F1: On May 27, 2022 (the "Closing Date"), in connection with the consummation of the transactions contemplated by the business combination agreement (the "Business Combination Agreement") dated December 2, 2021 between Apollo Strategic Growth Capital and GBT JerseyCo Limited ("JerseyCo"), American Express Travel Holdings Netherlands Cooperatief U.A., an indirect, wholly-owned subsidiary of the Reporting Person ("Amex HoldCo"), received 157,786,199 B Ordinary Shares of JerseyCo (the "B Ordinary Shares") and an equal number of shares of Class B Common Stock (the "Class B Common Stock") of Global Business Travel Group, Inc. (the "Issuer").

F2: Amex HoldCo. also entered into an exchange agreement dated May 27, 2022 (the "Exchange Agreement") with the Issuer, JerseyCo, Juweel Investors (SPC) Limited ("Juweel") and EG Corporate Travel Holdings LLC ("Expedia") giving it the right, on the terms and subject to the conditions of the Exchange Agreement, to exchange its B Ordinary Shares (with automatic cancellation of an equal number of shares of Class B Common Stock) for an equal number of shares of Class A Common Stock of the Issuer (the "Class A Common Stock") on a one-for-one basis, subject to customary adjustments for stock splits, stock dividends, reclassifications and other similar transactions or, in certain limited transactions, at the option of a committee of independent directors of the Issuer, for cash.

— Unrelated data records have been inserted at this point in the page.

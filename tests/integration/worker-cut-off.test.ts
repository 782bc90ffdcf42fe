import { format } from 'node:util';
import pg from 'pg';
import { afterAll, beforeAll, describe, expect, it, vi } from 'vitest';
import { startWorker, stopWorker, worksJobs } from '../../src/server/jobs/worker';
import { testDatabase, type TestDatabase } from '../support/database';
import { testFleet, type TestFleet } from '../support/fleet';

const SITE = 'Weirside Clinic';
let db: TestDatabase;
let fleet: TestFleet;
/** Connections of the test's own, which stay when all others are cut. */
let hand: pg.Client;
let holder: pg.Client;
/** One to the server, for what can't be said within the database itself. */
let server: pg.Client;

beforeAll(async () => {
  db = await testDatabase();
  fleet = await testFleet(db, [SITE]);
  [hand, holder] = [new pg.Client(db.url), new pg.Client(db.url)];
  const beside = new URL(db.url);
  beside.pathname = '/postgres';
  server = new pg.Client(beside.href);
  for (const client of [hand, holder, server]) await client.connect();
});
afterAll(async () => {
  await stopWorker();
  for (const client of [hand, holder, server]) await client.end();
  await db.drop();
});

const causesJobs = async (which: string): Promise<number> => {
  const { rows } = await hand.query<{ n: number }>(
    `select count(*)::int as n from graphile_worker.jobs where task_identifier = 'causes' and ${which}`,
  );
  return rows[0]?.n ?? 0;
};
const takesConnections = (yes: boolean): Promise<unknown> =>
  server.query(`alter database "${db.name}" allow_connections ${yes}`);

describe('a worker whose database goes away in the middle of a job', () => {
  it('lives on, begins again when it is back, and does the job', async () => {
    // the job library says so by itself where it asks for a job just then
    const said: string[] = [];
    vi.spyOn(console, 'error').mockImplementation((...args: unknown[]) => void said.push(format(...args)));
    await startWorker();
    await holder.query('begin');
    await holder.query('lock table site in access exclusive mode');
    await hand.query(`select graphile_worker.add_job('causes', json_build_object('siteId', $1::int))`, [
      fleet.site(SITE).id,
    ]);
    await expect.poll(() => causesJobs('locked_at is not null')).toBe(1);

    const { rows } = await holder.query<{ pid: number }>('select pg_backend_pid() as pid');
    await takesConnections(false);
    await hand.query(
      `select pg_terminate_backend(pid) from pg_stat_activity
       where datname = $1 and usename is not null and pid not in (pg_backend_pid(), $2)`,
      [db.name, rows[0]?.pid],
    );
    // what became of the job can't be written down now
    await expect.poll(() => worksJobs()).toBe(false);
    await holder.query('rollback');
    await takesConnections(true);

    await expect.poll(() => worksJobs()).toBe(true);
    await expect.poll(() => causesJobs('true')).toBe(0);
    const away =
      /not currently accepting connections|terminating connection|[Cc]onnection (terminated|ended)/;
    expect(said.filter((words) => !away.test(words))).toEqual([]);
  });
});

F3: Pursuant to the Business Combination Agreement, if at any time during the five years following the Closing Date, the dollar volume-weighted average price of the Class A Common Stock is, for any 20 trading days within a period of 30 consecutive trading days, greater than or equal to (i) $12.50, then one-half of the number of C Ordinary Shares of JerseyCo (the "C Ordinary Shares") held by Amex HoldCo. shall automatically and without further action on the part of any person be converted and re-designated into an equal number of B Ordinary Shares; or (ii) $15.00, then the remaining C Ordinary Shares held by Amex HoldCo. shall automatically and without further action on the part of any person be converted and re-designated into an equal number of B Ordinary Shares.